ENTRIES PROVIDED section start
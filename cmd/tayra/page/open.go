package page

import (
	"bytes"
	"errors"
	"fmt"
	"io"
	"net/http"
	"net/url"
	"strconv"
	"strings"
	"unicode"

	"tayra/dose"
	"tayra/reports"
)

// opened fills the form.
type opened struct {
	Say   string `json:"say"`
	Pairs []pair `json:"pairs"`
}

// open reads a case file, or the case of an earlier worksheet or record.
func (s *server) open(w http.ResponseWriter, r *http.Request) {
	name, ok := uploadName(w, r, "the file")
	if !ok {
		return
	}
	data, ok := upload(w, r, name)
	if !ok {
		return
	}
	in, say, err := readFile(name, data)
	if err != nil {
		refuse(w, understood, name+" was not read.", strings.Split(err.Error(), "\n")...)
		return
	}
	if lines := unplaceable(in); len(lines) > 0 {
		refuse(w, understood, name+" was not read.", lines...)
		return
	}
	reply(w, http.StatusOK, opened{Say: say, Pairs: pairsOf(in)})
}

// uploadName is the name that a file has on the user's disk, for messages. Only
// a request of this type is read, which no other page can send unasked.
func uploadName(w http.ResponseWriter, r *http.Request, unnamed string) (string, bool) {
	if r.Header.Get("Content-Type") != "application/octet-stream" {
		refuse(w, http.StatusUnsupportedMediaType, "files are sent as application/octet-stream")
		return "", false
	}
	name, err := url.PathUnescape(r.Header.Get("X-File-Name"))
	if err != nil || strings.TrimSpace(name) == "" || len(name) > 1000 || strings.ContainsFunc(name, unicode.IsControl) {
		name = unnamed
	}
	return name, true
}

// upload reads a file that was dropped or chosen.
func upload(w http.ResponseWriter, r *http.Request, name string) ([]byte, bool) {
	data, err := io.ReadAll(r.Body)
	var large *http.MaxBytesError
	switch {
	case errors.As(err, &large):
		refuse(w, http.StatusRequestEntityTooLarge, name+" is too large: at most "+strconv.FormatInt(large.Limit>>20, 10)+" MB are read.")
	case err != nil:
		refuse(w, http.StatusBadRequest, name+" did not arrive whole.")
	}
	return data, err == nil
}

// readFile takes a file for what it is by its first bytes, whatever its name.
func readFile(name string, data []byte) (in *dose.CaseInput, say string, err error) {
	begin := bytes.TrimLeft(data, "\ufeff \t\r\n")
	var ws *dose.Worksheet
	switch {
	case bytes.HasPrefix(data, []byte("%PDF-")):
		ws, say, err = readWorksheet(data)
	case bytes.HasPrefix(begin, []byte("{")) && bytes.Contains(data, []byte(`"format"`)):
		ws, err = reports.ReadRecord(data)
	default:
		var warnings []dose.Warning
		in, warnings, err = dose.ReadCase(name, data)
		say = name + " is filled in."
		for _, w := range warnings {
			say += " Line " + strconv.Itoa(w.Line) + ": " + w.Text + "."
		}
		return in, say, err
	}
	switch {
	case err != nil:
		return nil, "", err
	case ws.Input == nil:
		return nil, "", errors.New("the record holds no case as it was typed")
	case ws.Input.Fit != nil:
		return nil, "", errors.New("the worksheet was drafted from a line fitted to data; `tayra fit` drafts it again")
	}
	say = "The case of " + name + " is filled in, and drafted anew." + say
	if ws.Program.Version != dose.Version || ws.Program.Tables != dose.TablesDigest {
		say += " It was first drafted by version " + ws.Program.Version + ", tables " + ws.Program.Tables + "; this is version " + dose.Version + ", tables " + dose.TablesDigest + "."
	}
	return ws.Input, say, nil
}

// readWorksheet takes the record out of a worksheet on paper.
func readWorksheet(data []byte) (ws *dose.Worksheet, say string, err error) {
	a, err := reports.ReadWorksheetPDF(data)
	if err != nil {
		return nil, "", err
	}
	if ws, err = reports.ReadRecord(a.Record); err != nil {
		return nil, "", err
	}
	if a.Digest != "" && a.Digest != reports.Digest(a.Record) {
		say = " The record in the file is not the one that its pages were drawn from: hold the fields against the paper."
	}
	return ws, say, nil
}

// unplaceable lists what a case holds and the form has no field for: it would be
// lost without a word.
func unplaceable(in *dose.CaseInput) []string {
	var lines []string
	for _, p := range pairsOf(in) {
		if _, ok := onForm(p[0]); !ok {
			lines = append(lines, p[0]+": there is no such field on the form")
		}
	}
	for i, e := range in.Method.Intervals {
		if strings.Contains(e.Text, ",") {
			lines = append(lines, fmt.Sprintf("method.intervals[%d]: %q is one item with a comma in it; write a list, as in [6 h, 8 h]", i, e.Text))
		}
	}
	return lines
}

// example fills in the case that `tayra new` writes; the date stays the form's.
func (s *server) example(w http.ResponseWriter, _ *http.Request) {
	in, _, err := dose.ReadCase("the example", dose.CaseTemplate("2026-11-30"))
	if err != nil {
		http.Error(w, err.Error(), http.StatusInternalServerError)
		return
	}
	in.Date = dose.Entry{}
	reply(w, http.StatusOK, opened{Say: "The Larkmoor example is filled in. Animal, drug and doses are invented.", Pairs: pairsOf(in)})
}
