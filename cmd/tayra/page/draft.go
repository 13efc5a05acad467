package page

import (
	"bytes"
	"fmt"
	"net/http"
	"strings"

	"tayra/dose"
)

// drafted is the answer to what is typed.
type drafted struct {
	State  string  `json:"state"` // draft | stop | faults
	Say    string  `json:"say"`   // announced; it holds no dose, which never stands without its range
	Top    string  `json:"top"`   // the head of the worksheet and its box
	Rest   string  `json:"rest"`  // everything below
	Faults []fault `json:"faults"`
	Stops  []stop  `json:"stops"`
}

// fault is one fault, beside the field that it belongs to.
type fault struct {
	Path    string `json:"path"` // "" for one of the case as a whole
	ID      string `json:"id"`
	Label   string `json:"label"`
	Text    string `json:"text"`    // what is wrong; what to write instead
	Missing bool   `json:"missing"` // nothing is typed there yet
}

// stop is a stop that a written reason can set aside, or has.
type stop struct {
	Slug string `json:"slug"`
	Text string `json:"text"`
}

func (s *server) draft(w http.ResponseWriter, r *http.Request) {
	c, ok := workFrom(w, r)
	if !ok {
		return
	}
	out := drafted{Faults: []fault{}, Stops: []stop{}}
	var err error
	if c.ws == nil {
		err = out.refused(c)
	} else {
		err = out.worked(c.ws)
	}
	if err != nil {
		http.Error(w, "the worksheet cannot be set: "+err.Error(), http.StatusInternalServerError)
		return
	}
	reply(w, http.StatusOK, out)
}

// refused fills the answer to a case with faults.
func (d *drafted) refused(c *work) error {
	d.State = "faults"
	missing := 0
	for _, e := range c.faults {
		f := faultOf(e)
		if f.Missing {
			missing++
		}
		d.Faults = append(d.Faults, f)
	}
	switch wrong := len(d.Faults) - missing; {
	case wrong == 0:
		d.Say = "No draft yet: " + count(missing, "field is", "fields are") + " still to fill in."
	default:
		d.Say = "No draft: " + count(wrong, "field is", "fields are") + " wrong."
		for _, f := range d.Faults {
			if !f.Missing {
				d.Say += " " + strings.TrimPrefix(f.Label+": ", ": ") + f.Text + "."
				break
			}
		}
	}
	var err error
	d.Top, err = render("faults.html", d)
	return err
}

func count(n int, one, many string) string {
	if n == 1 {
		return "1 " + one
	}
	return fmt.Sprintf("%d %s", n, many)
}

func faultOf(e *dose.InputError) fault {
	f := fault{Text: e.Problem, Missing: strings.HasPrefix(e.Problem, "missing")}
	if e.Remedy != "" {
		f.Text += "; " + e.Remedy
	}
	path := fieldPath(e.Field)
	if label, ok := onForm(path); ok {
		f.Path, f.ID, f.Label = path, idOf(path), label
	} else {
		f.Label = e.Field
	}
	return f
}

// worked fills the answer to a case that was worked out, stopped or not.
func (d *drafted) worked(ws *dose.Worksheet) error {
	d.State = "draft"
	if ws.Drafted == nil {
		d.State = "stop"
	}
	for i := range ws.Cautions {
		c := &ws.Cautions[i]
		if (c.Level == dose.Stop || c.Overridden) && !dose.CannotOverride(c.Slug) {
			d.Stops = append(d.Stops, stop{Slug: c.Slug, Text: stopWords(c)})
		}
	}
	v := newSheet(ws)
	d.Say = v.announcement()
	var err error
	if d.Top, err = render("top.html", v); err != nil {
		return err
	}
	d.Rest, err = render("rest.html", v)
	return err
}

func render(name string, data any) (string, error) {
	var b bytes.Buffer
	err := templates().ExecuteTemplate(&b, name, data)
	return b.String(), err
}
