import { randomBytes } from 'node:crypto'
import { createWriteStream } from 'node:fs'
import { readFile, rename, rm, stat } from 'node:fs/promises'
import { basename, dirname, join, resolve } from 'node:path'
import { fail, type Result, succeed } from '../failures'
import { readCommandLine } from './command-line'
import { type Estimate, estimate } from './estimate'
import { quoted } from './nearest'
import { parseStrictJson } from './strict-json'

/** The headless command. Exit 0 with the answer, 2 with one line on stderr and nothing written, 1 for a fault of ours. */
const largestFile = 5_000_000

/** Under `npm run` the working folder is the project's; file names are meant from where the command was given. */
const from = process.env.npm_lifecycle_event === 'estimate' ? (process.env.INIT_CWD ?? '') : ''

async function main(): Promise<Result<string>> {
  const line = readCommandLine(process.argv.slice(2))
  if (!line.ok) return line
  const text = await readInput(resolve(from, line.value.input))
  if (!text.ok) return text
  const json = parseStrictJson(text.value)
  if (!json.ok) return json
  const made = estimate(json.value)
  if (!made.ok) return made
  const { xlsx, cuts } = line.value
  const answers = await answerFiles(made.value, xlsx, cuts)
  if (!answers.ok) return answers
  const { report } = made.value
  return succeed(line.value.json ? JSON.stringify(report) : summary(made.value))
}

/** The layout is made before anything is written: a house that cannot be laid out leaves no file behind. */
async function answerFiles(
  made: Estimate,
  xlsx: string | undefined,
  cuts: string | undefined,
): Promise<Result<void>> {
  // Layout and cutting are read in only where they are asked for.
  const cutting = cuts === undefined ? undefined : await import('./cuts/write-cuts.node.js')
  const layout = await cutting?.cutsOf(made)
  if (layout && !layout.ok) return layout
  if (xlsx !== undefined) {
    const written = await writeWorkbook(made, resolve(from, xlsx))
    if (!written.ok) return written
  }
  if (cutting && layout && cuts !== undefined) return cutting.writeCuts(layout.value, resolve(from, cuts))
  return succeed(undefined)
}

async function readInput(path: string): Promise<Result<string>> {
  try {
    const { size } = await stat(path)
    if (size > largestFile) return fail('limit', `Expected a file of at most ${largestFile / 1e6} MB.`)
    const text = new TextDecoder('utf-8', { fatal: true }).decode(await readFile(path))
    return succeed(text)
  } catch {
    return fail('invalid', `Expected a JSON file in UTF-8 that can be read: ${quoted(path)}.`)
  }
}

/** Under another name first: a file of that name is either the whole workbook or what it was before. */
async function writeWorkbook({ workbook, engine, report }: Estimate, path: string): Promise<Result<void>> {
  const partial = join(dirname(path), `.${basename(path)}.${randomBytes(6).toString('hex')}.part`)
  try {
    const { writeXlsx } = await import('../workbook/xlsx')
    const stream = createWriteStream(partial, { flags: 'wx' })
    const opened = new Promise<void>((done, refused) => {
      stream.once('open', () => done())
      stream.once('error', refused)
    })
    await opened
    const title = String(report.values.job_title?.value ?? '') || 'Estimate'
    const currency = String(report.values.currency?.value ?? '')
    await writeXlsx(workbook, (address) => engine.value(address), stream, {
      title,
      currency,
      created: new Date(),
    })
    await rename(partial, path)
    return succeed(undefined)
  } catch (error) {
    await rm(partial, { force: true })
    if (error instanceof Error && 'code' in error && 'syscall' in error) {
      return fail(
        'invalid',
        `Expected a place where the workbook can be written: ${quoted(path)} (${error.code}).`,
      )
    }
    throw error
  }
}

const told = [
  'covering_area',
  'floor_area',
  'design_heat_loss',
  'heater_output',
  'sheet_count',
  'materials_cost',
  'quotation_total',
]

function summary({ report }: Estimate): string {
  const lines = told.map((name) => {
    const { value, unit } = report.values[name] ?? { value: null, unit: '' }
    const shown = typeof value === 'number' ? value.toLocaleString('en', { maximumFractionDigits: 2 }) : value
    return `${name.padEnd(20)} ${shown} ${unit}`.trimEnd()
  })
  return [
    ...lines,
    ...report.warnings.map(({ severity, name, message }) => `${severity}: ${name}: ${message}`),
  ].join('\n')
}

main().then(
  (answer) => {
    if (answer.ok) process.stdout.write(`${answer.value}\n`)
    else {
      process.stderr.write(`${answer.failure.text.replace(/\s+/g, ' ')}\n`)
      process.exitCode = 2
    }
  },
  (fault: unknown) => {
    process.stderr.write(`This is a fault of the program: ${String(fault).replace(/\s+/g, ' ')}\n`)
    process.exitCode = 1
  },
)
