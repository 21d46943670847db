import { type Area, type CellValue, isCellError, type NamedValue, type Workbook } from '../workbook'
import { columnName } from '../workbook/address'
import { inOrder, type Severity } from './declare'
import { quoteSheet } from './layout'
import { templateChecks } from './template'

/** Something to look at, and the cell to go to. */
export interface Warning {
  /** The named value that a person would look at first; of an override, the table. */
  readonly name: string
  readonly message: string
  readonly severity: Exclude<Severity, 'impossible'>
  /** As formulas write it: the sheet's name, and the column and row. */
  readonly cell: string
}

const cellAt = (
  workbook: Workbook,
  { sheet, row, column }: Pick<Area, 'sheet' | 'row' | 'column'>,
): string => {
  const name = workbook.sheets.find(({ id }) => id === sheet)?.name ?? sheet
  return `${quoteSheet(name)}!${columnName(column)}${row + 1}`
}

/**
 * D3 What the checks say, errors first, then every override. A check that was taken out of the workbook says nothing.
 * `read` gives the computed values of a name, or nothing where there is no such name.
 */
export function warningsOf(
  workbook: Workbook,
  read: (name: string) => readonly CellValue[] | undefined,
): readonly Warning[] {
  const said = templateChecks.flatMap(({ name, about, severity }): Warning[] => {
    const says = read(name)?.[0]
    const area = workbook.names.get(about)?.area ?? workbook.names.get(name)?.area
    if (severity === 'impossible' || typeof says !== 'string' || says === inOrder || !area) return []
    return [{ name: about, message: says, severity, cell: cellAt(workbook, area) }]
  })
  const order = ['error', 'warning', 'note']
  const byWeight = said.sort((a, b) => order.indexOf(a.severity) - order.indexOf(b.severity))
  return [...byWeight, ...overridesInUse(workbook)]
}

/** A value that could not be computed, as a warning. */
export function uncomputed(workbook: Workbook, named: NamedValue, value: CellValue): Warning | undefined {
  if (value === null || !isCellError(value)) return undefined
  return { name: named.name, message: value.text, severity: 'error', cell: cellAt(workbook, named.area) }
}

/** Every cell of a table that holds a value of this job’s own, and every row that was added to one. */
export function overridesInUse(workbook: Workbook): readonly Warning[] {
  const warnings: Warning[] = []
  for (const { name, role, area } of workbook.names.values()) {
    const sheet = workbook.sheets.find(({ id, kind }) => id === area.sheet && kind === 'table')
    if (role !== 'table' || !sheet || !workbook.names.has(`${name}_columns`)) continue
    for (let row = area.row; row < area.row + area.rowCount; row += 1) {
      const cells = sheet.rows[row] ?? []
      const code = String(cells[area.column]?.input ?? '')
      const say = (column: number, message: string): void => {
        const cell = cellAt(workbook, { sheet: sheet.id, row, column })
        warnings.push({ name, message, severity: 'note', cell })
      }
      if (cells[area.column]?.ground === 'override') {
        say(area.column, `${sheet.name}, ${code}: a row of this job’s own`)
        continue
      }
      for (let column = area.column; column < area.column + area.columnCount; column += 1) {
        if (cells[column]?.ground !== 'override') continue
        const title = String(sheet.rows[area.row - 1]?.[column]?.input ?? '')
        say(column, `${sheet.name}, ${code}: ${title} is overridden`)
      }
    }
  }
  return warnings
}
ENTRIES PROVIDED section end
▸ ABOUT THIS EXERCISE
Spot the lines above that mention "StatusOK" and copy them.

▸ ANSWER SECTION
	reply(w, http.StatusOK, opened{Say: say, Pairs: pairsOf(in)})
	reply(w, http.StatusOK, opened{Say: "The Larkmoor example is filled in. Animal, drug and doses are invented.", Pairs: pairsOf(in)})
	reply(w, http.StatusOK, out)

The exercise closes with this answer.